1.  Cadmium Colors—It Began with Medicine, Natural Pigments Inc,



Cadmium (Cd)

  • Distributed in the organism in muscles, liver and kidneys -> binds to proteins

  • Slowly excreted via the kidneys

  • Half-life is
    Kidneys: 10-30 years
    Blood: 3-4 months

  • Kidney damage measured:
    Reduced GFR (shown on blood work)
    Earliest signs of kidney damage = measure proteins, NAG and B2 and A1 microglobulin
    Early still = beta 2 and alpha 1 microglobulin and retinol-binding protein as well as N-acetyl glucoamindase (NAG)
    The damage is believed to be irreversible

  • Bioavailability: Heavy metal -> excreted exclusively in the urine = cannot be metabolised by the liver

  • Biomarker:

    • Measured in the urine (heavy metal)

    • If seen in the blood = recently exposed

      Women have higher levels than men

  • CFR - Code of Federal Regulations Title 21 - FDA:   Regulations prescribing conditions under which food additive substances may ..V- Sec. 172.325 Bakers yeast protein. Less than 0.3 parts per million (ppm), Arsenic 0.1 ppm, Cadmium 0.4 ppm, Lead, 0.05 ppm Mercury, and 0.3 ppm Selenium

    Sec. 172.898 Bakers yeast glycan(b) The additive meets the following specifications on a dry weight basis: Less than 0.4 part per million (ppm) arsenic, 0.13 ppm cadmium, 0.2 ppm lead, 0.05 ppm mercury, 0.09 ppm selenium, and 10 ppm zinc.

Calculating Example

1.  The provisional tolerable weekly intake (PTWI) of Cd set by the Joint FAO/WHO Expert Committee on Food Additives,
or EFSA Panel on Contaminants in the Food Chain (CONTAM)

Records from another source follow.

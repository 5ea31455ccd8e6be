import { rgb, type Color, type PDFFont, type PDFPage } from "pdf-lib";

/** The ink of Decant's documents. */
export const INK = rgb(0.11, 0.15, 0.2);

/**
 * Text helpers of a document that grows page by page: each draws on the page given last to
 * `onPage`, through the document's character filter, in the regular font unless told otherwise.
 */
export function textDrawer(clean: (s: string) => string, regular: PDFFont) {
  let page: PDFPage | undefined;
  const current = (): PDFPage => {
    if (!page) throw new Error("textDrawer: no page yet");
    return page;
  };
  return {
    onPage(next: PDFPage) {
      page = next;
    },
    text(s: string, x: number, y: number, size: number, font: PDFFont = regular, color: Color = INK) {
      current().drawText(clean(s), { x, y, size, font, color });
    },
    /** Text that ends at `xRight`. */
    right(s: string, xRight: number, y: number, size: number, font: PDFFont = regular, color: Color = INK) {
      const t = clean(s);
      current().drawText(t, { x: xRight - font.widthOfTextAtSize(t, size), y, size, font, color });
    },
    /** The text cut with an ellipsis to fit `width`. */
    fit(s: string, width: number, size: number, font: PDFFont = regular): string {
      let t = clean(s);
      if (font.widthOfTextAtSize(t, size) <= width) return t;
      while (t.length > 1 && font.widthOfTextAtSize(`${t}…`, size) > width) t = t.slice(0, -1);
      return `${t}…`;
    },
  };
}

A person weighs 60 kg (132 lbs) and eats approx. 100 g dark chocolate per week.

  • Calculate what proportion of PTWI such an intake constitutes if the cadmium content corresponds to the limit value.

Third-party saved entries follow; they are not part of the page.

/**
 * Rates and costing, pure: which price was in force when an entry happened, and what an amount
 * costs at that price, in exact integer arithmetic (no float drift, one rounding per total).
 */

export type PriceList = "internal" | "external";
export type RateKind = "reagent" | "preparation_fee" | "injection_fee";
export type RateUnit = "L" | "g" | "batch" | "injection";

export interface Rate {
  id: number;
  kind: RateKind;
  reagentId: string | null;
  grade: string | null;
  priceList: PriceList;
  unit: RateUnit;
  /** Price per unit in integer minor units. */
  amount_minor: number;
  currency: string;
  /** First day (UTC, YYYY-MM-DD) on which the rate applies. */
  effectiveFrom: string;
}

export interface RateQuery {
  kind: RateKind;
  reagentId?: string | null;
  priceList: PriceList;
  currency: string;
  /** When the costed thing happened: a Date or a UTC day YYYY-MM-DD. */
  at: Date | string;
}

const dayOf = (at: Date | string) => (typeof at === "string" ? at.slice(0, 10) : at.toISOString().slice(0, 10));

/**
 * The rate in force at a time: the one with the latest effective-from day on or before that day
 * (a later-entered rate wins a tie). Rates that start later never apply, so a price change never
 * alters the cost of what happened before it.
 */
export function rateInForce(rates: readonly Rate[], query: RateQuery): Rate | null {
  const day = dayOf(query.at);
  let best: Rate | null = null;
  for (const rate of rates) {
    if (rate.kind !== query.kind || rate.priceList !== query.priceList || rate.currency !== query.currency) continue;
    if (query.kind === "reagent" && rate.reagentId !== query.reagentId) continue;
    // Grade-specific prices belong to the billing issue; the ledger costs at the reagent's general rate.
    if (rate.grade !== null) continue;
    if (rate.effectiveFrom > day) continue;
    if (supersedes(rate, best)) best = rate;
  }
  return best;
}

/** True when `rate` takes over from `other` for the same item: it starts later, or the same day and was entered later. */
export function supersedes(rate: Rate, other: Rate | null): boolean {
  return !other || rate.effectiveFrom > other.effectiveFrom || (rate.effectiveFrom === other.effectiveFrom && rate.id > other.id);
}

/** A rate on a given day: "current" (in force), "superseded" (a newer one took over) or "scheduled" (starts later). */
export type RateState = "current" | "superseded" | "scheduled";

/**
 * Each rate's state on `day` (YYYY-MM-DD), by id. Per price list, kind, reagent, grade and
 * currency, the rate in force that day is current; older ones are superseded, later ones scheduled.
 */
export function rateStates(rates: readonly Rate[], day: string): Map<number, RateState> {
  const inForce = new Map<string, Rate>();
  for (const rate of rates) {
    if (rate.effectiveFrom > day) continue;
    const key = [rate.priceList, rate.kind, rate.reagentId, rate.grade, rate.currency].join("|");
    if (supersedes(rate, inForce.get(key) ?? null)) inForce.set(key, rate);
  }
  const current = new Set([...inForce.values()].map((rate) => rate.id));
  return new Map(
    rates.map((rate) => [rate.id, current.has(rate.id) ? "current" : rate.effectiveFrom > day ? "scheduled" : "superseded"] as const),
  );
}

/** Quantities are scaled to integers of 10⁻⁶ (mL or g) before multiplying. */
const SCALE = 6;
/** Exact costs are kept in 10⁻⁹ minor units. */
const EXACT = 10n ** 9n;

/** "12.3456" or 12.3456 → 12345600n (10⁻⁶ units), rounding half away from zero past 6 digits. */
export function toMicro(value: string | number): bigint {
  const text = typeof value === "number" ? value.toFixed(SCALE + 2) : value.trim();
  const match = /^(-?)(\d*)(?:\.(\d*))?$/.exec(text);
  if (!match) throw new RangeError(`Not a decimal number: ${value}`);
  const [, sign, whole = "", fraction = ""] = match;
  const padded = (fraction + "0".repeat(SCALE + 1)).slice(0, SCALE + 1);
  let micro = BigInt((whole || "0") + padded.slice(0, SCALE));
  if (Number(padded[SCALE]) >= 5) micro += 1n;
  return sign === "-" ? -micro : micro;
}

/**
 * Exact cost (10⁻⁹ minor units) of a quantity at a rate: per litre for liquids (`volume_mL`),
 * per gram for solids (`mass_g`). Null when the rate's unit does not fit the quantity.
 */
export function exactCost(quantity: { volume_mL?: string | number | null; mass_g?: string | number | null }, rate: Rate): bigint | null {
  const price = BigInt(rate.amount_minor);
  if (rate.unit === "L") {
    if (quantity.volume_mL == null) return null;
    // (mL / 1000) × price × 10⁹ = (mL × 10⁶) × price: the micro-mL count times the price is exact.
    return toMicro(quantity.volume_mL) * price;
  }
  if (rate.unit === "g") {
    if (quantity.mass_g == null) return null;
    return toMicro(quantity.mass_g) * price * 1000n;
  }
  return null;
}

/** Rounds an exact cost to whole minor units, half away from zero. */
export function roundMinor(exact: bigint): number {
  const negative = exact < 0n;
  const abs = negative ? -exact : exact;
  const whole = abs / EXACT + ((abs % EXACT) * 2n >= EXACT ? 1n : 0n);
  return Number(negative ? -whole : whole);
}

export interface CostLine {
  reagentId: string;
  volume_mL?: string | number | null;
  mass_g?: string | number | null;
  at: Date | string;
}

export interface CostResult {
  amount_minor: number;
  currency: string;
  /** Reagents with quantity but no rate in force: not costed, so the total is a lower bound. */
  uncosted: string[];
}

/** Costs lines at the rates in force at each line's time; rounds once, on the total. */
export function costLines(
  lines: readonly CostLine[],
  rates: readonly Rate[],
  options: { priceList: PriceList; currency: string },
): CostResult {
  let exact = 0n;
  const uncosted = new Set<string>();
  for (const line of lines) {
    const hasVolume = line.volume_mL != null && toMicro(line.volume_mL) !== 0n;
    const hasMass = line.mass_g != null && toMicro(line.mass_g) !== 0n;
    if (!hasVolume && !hasMass) continue;
    const rate = rateInForce(rates, {
      kind: "reagent",
      reagentId: line.reagentId,
      priceList: options.priceList,
      currency: options.currency,
      at: line.at,
    });
    const cost = rate ? exactCost(hasMass && rate.unit === "g" ? { mass_g: line.mass_g } : { volume_mL: line.volume_mL }, rate) : null;
    if (cost === null) uncosted.add(line.reagentId);
    else exact += cost;
  }
  return { amount_minor: roundMinor(exact), currency: options.currency, uncosted: [...uncosted].sort() };
}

  • 100 g of chocolate contains 0.08 mg = 80 .g of cadmium
    A person weighing 60 kg may consume 150 µg cadmium / week
    100 g of chocolate will thus correspond to 80 x 100/150 = 53% of PTWI

Exposure levels: Cd can have health effects at much lower exposure levels. Uptake, distribution and excretion: Recorded orally or pulmonarily (depending on particle size)

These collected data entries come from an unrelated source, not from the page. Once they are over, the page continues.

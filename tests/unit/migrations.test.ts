import { readdirSync } from "node:fs";
import { describe, expect, it } from "vitest";
import { DEV_SEEDERS, MIGRATIONS, SEEDERS } from "../../src/db/umzug";

describe.each([
  ["migrations", MIGRATIONS],
  ["seeders", SEEDERS],
  ["dev-seeders", DEV_SEEDERS],
])("src/db/%s", (folder, registered) => {
  const files = readdirSync(`src/db/${folder}`).filter((f) => f.endsWith(".ts"));

  it("registers every file in the folder, and nothing else", () => {
    expect(Object.keys(registered).sort()).toEqual(files.sort());
  });

  it("uses timestamped names that sort in run order", () => {
    for (const file of files) expect(file).toMatch(/^\d{4}\.\d{2}\.\d{2}T\d{2}\.\d{2}\.\d{2}\.[a-z0-9-]+\.ts$/);
  });

  it("gives every entry an up step", () => {
    for (const module of Object.values(registered)) expect(typeof module.up).toBe("function");
  });
});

Itai-itai (IID), Cadmium and Rheumatoid Disease

There was an endemic disease of unknown etiology in the Jinzu River basin of Toyama, Japan.  It was a painful condition called 'itai-itai' (itai, meaning ouch).  Patients complained of bone pain, especially in the pelvic girdle and legs while walking.  It was in 1946, just after the Second World War, when itai-itai disease began to be medically evaluated. The local agricultural association requested Kanazawa University to conduct an investigation, Nagasawa et al., (1947) conducted this investigation and published their results the following year. In that paper, the authors referred to this endemic disorder as a rheumatoid disease.[1]

The 35-year history of 'itai-itai' has been divided into three periods: (1) 1955−1961, an early phase of epidemiology, symptom characterization and attempts at treatment; (2) a middle period during which diagnostic criteria were formalized and research focused on the influence of heavy metal contamination, particularly Cd; and (3) around 1970−1990, a third period in which the role of Cd accumulation in disease etiology was firmly established.[1]

Itai-itai disease (IID) is the most severe form of chronic cadmium (Cd) intoxication of human. The patients of IID suffer from renal anemia, tubular nephropathy and osteopenic osteomalacia, and 90% of the patients are post-menopausal women.   Experiments suggest concurrent administration of estradiol helps the vitamin D therapy for IID patients and the removal of Fe at the mineralization front of bone (3) is important for the recovery to normal bone remodeling.


1.  Keiko Aoshima, Itai-itai disease: Renal tubular osteomalacia induced by environmental exposure to cadmium—historical review and perspectives.
Soil Science and Plant Nutrition, 2016, Pages 319-326.

2. Takashi Umemura and Yumi Wako. Pathogenesis of osteomalacia in itai-itai disease.  Journal of Toxicologic Pathology, 2006: 19: 69-74.